## Task prompt
Below are the records; give again exactly the lines that run from the one with "requireCount('successes in group 2', successes2);" through the last line.

## Exercise materials
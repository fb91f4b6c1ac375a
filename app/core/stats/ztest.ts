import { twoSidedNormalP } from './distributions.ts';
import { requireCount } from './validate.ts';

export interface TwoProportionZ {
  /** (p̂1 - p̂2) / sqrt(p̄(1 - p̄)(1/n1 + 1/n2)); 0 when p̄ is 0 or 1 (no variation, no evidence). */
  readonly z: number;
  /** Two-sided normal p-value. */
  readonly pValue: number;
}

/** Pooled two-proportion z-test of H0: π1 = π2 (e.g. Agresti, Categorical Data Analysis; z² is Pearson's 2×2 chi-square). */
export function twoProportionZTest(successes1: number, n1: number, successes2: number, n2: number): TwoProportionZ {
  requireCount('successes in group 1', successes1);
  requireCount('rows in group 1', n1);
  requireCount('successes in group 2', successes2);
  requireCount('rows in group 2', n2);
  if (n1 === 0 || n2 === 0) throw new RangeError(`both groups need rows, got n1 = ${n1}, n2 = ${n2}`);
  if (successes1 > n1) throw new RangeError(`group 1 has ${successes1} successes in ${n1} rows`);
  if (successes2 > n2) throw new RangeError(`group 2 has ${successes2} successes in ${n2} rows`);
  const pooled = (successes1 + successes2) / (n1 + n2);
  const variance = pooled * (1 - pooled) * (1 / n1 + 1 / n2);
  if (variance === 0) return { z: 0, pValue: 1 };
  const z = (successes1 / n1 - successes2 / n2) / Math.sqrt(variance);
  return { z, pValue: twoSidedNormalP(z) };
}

## Solution to this exercise
  requireCount('successes in group 2', successes2);
  requireCount('rows in group 2', n2);
  if (n1 === 0 || n2 === 0) throw new RangeError(`both groups need rows, got n1 = ${n1}, n2 = ${n2}`);
  if (successes1 > n1) throw new RangeError(`group 1 has ${successes1} successes in ${n1} rows`);
  if (successes2 > n2) throw new RangeError(`group 2 has ${successes2} successes in ${n2} rows`);
  const pooled = (successes1 + successes2) / (n1 + n2);
  const variance = pooled * (1 - pooled) * (1 / n1 + 1 / n2);
  if (variance === 0) return { z: 0, pValue: 1 };
  const z = (successes1 / n1 - successes2 / n2) / Math.sqrt(variance);
  return { z, pValue: twoSidedNormalP(z) };
}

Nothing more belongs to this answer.